Check each line of the data, and copy those where "request" appears.

INFORMATION PROVIDED =
----
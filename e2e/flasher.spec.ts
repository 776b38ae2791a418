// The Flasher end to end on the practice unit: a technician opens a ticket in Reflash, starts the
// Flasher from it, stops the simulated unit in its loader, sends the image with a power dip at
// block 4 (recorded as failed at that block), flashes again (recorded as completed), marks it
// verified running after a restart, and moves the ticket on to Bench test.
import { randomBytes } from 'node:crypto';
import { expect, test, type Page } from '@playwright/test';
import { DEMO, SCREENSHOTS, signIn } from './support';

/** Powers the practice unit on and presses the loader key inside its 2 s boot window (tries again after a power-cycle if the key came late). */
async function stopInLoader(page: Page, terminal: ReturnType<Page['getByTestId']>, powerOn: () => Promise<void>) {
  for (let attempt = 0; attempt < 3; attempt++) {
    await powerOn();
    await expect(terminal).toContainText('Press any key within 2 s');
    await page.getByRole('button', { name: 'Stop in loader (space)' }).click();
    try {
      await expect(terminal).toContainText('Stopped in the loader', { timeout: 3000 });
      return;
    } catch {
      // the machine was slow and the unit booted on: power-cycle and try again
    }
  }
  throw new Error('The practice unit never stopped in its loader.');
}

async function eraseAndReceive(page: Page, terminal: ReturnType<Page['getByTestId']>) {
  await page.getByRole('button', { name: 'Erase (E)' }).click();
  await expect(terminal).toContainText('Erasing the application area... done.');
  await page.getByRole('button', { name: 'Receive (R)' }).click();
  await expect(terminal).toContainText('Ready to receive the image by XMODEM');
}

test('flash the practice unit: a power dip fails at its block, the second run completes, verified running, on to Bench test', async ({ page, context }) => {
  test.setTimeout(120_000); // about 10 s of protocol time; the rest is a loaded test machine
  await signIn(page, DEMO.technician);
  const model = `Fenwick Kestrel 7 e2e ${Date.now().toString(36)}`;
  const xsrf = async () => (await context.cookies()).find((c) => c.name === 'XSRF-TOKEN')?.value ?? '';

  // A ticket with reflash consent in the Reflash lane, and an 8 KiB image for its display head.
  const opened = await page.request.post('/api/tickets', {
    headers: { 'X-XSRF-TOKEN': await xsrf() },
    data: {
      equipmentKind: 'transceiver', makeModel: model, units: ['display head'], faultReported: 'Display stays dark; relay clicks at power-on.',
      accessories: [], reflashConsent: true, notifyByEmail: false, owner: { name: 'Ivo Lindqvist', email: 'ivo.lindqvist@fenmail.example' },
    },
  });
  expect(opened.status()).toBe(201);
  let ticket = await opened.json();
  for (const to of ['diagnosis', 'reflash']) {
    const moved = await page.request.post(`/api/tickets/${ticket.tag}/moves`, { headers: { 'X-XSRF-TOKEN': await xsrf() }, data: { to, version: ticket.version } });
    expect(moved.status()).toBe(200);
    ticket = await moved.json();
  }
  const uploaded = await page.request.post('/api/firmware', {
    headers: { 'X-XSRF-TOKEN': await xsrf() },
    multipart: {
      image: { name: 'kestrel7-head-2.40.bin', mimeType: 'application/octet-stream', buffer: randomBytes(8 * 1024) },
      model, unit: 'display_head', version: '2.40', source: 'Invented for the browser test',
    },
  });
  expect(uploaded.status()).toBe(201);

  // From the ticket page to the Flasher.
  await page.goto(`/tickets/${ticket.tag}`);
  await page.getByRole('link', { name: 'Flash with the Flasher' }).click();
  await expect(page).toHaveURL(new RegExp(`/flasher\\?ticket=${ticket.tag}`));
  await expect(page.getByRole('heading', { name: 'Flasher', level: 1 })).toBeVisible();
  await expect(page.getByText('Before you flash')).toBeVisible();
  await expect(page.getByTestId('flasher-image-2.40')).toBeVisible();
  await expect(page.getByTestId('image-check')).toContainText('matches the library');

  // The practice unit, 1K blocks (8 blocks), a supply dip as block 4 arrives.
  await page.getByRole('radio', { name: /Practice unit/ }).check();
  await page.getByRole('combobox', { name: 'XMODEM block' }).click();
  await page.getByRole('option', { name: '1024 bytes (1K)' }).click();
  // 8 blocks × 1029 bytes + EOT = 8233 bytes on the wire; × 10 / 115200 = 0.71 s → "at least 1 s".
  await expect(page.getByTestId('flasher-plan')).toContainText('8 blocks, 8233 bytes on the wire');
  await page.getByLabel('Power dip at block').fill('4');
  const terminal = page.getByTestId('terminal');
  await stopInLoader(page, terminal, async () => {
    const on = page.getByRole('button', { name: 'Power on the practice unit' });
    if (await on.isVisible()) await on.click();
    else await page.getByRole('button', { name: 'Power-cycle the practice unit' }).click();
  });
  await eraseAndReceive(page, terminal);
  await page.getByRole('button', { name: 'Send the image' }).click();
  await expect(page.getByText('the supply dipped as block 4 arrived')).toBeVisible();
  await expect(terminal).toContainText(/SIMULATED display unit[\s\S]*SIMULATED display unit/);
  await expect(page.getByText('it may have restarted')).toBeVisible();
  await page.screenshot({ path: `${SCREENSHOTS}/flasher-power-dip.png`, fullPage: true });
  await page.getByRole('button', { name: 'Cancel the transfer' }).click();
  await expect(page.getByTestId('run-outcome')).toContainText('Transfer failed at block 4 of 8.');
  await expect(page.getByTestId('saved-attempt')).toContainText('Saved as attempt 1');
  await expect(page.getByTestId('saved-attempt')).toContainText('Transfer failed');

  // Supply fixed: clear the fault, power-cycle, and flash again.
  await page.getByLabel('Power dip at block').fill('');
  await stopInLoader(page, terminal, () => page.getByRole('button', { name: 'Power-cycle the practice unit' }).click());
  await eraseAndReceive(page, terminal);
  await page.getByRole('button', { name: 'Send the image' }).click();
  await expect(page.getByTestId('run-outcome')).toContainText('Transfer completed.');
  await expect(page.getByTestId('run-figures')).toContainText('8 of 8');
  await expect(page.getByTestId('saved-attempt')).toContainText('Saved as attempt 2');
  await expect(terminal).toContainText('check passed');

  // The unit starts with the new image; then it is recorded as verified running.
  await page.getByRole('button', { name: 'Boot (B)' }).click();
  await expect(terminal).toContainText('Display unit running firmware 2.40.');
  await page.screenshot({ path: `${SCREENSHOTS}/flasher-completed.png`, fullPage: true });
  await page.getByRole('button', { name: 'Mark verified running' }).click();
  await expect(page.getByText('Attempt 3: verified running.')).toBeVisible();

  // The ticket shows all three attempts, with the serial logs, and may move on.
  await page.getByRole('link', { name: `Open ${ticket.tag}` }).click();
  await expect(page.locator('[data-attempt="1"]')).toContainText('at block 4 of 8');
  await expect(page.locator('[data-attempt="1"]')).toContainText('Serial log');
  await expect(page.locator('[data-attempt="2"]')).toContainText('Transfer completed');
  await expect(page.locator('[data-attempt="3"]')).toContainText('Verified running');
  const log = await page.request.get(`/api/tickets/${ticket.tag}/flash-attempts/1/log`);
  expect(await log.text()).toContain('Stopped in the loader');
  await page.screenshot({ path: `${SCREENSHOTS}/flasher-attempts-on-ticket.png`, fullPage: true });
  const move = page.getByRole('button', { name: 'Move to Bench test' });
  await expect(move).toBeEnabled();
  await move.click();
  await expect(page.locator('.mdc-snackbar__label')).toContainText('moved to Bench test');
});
----
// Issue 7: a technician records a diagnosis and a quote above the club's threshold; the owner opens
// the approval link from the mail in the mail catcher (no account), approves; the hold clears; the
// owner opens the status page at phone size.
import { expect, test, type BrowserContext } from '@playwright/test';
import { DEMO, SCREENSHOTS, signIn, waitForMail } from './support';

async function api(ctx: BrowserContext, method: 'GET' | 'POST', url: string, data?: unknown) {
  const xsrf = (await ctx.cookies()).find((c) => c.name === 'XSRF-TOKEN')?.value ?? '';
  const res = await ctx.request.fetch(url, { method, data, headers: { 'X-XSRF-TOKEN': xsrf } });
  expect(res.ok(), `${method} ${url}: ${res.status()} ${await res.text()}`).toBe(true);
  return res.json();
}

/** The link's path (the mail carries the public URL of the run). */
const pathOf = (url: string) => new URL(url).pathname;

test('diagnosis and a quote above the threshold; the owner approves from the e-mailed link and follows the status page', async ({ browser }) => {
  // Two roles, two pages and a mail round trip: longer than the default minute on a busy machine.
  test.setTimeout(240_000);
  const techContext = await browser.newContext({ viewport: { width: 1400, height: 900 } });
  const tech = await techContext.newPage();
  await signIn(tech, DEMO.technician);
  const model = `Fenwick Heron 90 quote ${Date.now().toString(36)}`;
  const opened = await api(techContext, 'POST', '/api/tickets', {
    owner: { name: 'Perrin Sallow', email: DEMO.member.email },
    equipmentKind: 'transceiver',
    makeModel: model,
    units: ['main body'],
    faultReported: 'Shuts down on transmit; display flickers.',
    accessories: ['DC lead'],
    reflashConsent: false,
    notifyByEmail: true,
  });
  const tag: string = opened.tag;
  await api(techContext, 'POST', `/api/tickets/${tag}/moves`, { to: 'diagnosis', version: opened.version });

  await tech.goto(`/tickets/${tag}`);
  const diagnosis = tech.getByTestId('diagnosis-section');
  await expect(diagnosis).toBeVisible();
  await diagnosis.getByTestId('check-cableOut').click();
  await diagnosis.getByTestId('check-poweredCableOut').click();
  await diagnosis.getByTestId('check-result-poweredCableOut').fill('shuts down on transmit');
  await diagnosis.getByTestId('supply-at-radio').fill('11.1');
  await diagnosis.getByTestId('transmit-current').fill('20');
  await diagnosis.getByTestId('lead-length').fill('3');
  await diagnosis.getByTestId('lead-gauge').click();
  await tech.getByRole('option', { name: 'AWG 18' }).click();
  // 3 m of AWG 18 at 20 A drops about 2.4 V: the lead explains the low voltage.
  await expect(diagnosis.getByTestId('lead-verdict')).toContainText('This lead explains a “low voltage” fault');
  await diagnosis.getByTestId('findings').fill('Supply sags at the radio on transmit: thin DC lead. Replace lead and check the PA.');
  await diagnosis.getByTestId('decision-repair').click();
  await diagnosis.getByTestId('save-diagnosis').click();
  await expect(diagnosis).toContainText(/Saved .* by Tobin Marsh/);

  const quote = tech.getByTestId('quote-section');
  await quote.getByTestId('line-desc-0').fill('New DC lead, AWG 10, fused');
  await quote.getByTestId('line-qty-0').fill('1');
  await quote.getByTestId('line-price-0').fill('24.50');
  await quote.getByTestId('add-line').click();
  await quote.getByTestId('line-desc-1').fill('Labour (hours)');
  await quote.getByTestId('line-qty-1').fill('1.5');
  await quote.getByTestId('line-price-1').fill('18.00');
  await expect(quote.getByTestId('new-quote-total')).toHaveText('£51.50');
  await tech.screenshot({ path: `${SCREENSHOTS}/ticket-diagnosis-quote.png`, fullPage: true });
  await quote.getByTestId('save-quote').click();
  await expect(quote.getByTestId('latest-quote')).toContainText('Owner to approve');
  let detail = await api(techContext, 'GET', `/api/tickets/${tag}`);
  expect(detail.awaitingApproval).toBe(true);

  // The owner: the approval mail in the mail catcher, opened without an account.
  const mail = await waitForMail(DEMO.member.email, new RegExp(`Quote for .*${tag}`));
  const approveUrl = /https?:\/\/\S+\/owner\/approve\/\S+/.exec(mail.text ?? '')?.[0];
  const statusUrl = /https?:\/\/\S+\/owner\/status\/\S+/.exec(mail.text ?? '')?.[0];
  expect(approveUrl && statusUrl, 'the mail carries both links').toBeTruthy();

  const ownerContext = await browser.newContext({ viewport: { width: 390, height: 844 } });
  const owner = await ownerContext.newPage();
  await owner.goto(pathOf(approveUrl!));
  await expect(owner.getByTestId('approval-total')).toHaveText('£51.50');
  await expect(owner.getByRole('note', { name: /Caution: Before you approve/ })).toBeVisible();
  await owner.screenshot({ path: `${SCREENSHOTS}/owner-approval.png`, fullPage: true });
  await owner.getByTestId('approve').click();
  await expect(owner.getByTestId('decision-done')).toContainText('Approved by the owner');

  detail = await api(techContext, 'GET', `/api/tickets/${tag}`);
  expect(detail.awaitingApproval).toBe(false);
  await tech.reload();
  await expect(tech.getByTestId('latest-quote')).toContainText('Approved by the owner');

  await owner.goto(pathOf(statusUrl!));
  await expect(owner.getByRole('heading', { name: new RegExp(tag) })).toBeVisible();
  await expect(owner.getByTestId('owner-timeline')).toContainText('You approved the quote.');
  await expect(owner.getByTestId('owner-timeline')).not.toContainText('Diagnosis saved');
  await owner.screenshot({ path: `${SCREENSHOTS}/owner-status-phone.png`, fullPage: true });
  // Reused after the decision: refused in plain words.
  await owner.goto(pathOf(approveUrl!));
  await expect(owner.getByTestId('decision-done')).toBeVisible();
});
----
ANSWER BOX =
  const opened = await page.request.post('/api/tickets', {
    const moved = await page.request.post(`/api/tickets/${ticket.tag}/moves`, { headers: { 'X-XSRF-TOKEN': await xsrf() }, data: { to, version: ticket.version } });
  const uploaded = await page.request.post('/api/firmware', {
  const log = await page.request.get(`/api/tickets/${ticket.tag}/flash-attempts/1/log`);
  const res = await ctx.request.fetch(url, { method, data, headers: { 'X-XSRF-TOKEN': xsrf } });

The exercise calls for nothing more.